Xuqin dan Lanxi baru saja berdiri, tangan mereka masih gemetar sedikit, mencoba mengingat pelajaran formasi segitiga siang tadi. Tapi sebelum mereka bisa mengambil posisi, Su Yue sudah bergerak.
Dia bukan melesat. Dia meluncur. Seperti bayangan yang dipotong dari kegelapan itu sendiri, tubuhnya menghilang dari samping api unggun dan muncul di depan gerombolan serigala terdepan. Pedang Ratapan Dingin baru saja sepenuhnya terhunus, memancarkan cahaya biru pucat yang menusuk di malam hari.

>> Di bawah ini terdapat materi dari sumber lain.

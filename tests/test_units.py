"""Units and conversions."""

import numpy as np
import pytest

from quant.errors import ParameterError, QuantityError
from quant.units import (
    absorbance_from_transmittance,
    axis_unit_named,
    convert_axis,
    plain_word,
    transmittance_from_absorbance,
)


@pytest.mark.parametrize(
    ("text", "unit"),
    [
        ("1/CM", "cm-1"),
        (" cm^-1 ", "cm-1"),
        ("(cm-1)", "cm-1"),
        ("Wavenumber", "cm-1"),
        ("NANOMETERS", "nm"),
        ("µm", "um"),
        ("MICROMETERS", "um"),
        ("point number", "point"),
        ("SECONDS", None),
        ("", None),
    ],
)
def test_names_of_axis_units(text: str, unit: str | None) -> None:
    assert axis_unit_named(text) == unit


def test_words_are_compared_without_case_blanks_and_brackets() -> None:
    assert plain_word(" Log_10 (1/R) [ ]") == "log101/r"


@pytest.mark.parametrize(
    ("value", "unit", "to", "expected"),
    [
        (4000.0, "cm-1", "nm", 2500.0),  # 1e7 / 4000
        (2.5, "um", "cm-1", 4000.0),
        (2500.0, "nm", "um", 2.5),
        (7.0, "point", "point", 7.0),
    ],
)
def test_axis_conversions(value: float, unit: str, to: str, expected: float) -> None:
    assert convert_axis([value], unit, to) == pytest.approx([expected])
    assert convert_axis(convert_axis([value], unit, to), to, unit) == pytest.approx([value])


def test_what_has_no_counterpart() -> None:
    with pytest.raises(ParameterError, match="No conversion from 'point' to 'nm'"):
        convert_axis([1.0], "point", "nm")
    with pytest.raises(ParameterError, match="0 cm-1 has no counterpart in nm"):
        convert_axis([1.0, 0.0], "cm-1", "nm")


def test_absorbance_of_percent_transmittance() -> None:
    # A = -log10 T, computed; rounded as textbooks tabulate it.
    percent = np.array([100, 90, 79.43, 50, 36.79, 25, 10, 5, 1, 0.1])
    expected = [0, 0.0458, 0.1000, 0.3010, 0.4343, 0.6021, 1.0000, 1.3010, 2.0000, 3.0000]
    assert absorbance_from_transmittance(percent / 100) == pytest.approx(expected, abs=5e-5)
    back = transmittance_from_absorbance(absorbance_from_transmittance(percent / 100))
    assert back == pytest.approx(percent / 100, rel=1e-12)


@pytest.mark.parametrize("transmittance", [0.0, -0.1])
def test_no_light_has_no_absorbance(transmittance: float) -> None:
    with pytest.raises(QuantityError, match="has no absorbance; expected T above 0"):
        absorbance_from_transmittance([0.5, transmittance])
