"""One finding: how grave, what, who, why, and what to do."""

import textwrap
from dataclasses import dataclass

from quant.checks import name_some
from quant.result import Result, documented

STOP, DOUBT, NOTE = "stop", "doubt", "note"

GRAVITIES = {
    STOP: "a calibration from this would be wrong",
    DOUBT: "look before you go on",
    NOTE: "worth knowing",
}
"""Gravities, the gravest first, and what they mean."""

WIDTH = 110  # of printed findings, characters


@dataclass(frozen=True, kw_only=True)
class Finding(Result):
    """Something that the look over spectra and values found."""

    gravity: str = documented("stop (a calibration from this would be wrong), doubt (look before you go on), or note")
    code: str = documented("Short name of the kind of finding, the same in every version")
    title: str = documented("What was found, in one line")
    samples: tuple[str, ...] = documented("Samples concerned (or pairs 'A = B', or files), the worst first")
    evidence: str = documented("The numbers behind it")
    advice: str = documented("What to do; empty where there is nothing to do")

    def __str__(self) -> str:
        """Gravity and title, then the samples (at most five by name), the evidence and the advice."""
        lines = [self.title]
        if self.samples:
            lines.append(f"{name_some(self.samples)}.")
        lines += [self.evidence, f"→ {self.advice}" if self.advice else ""]
        indent = " " * 7
        first, *rest = (textwrap.wrap(line, WIDTH - 7) for line in lines if line)
        blocks = [first, *rest]
        text = "\n".join(indent + line for block in blocks for line in block)
        return self.gravity.ljust(7) + text[7:]


def by_gravity(findings: list[Finding]) -> tuple[Finding, ...]:
    """Return the findings, the gravest first, otherwise in their own order."""
    order = list(GRAVITIES)
    return tuple(sorted(findings, key=lambda finding: order.index(finding.gravity)))


def plural(count: int, noun: str, several: str = "") -> str:
    """Return a count with its noun: "1 spectrum", "2 spectra".

    >>> plural(1, "pair"), plural(3, "spectrum", "spectra")
    ('1 pair', '3 spectra')
    """
    return f"{count} {noun if count == 1 else several or noun + 's'}"


def percent(share: float) -> str:
    r"""Return a share in percent, without decimals; no line breaks before the sign.

    >>> percent(0.02)
    '2\xa0%'
    """
    return f"{100 * share:.0f}\N{NO-BREAK SPACE}%"


def signed_percent(share: float) -> str:
    r"""Return a share in percent with its sign.

    >>> signed_percent(-0.26), signed_percent(0.5)
    ('-26\xa0%', '+50\xa0%')
    """
    return f"{100 * share:+.0f}\N{NO-BREAK SPACE}%"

Tidak ada jurus yang indah. Tidak ada teriakan. Hanya efisiensi yang brutal dan sunyi.
Swish!
Pedang itu menyambar horizontal, memotong leher dua serigala yang sedang bersiap menerjang. Darah bahkan belum sempat muncrat sebelum pedangnya berbalik arah, menikam ke depan, menembus mata serigala ketiga. Su Yue berputar, kakinya menendang perut serigala keempat sementara tangannya yang bebas membentuk segel cepat. Dia tidak mengumpulkan energi untuk serangan besar; dia melakukan persis seperti yang diajarkan Pedagang Chen: augmentasi. Lapisan es tipis membungkus tinjunya, dan saat menghantam tulang rusuk serigala kelima, terdengar suara retakan yang keras, disusul lolongan kesakitan yang tercekik.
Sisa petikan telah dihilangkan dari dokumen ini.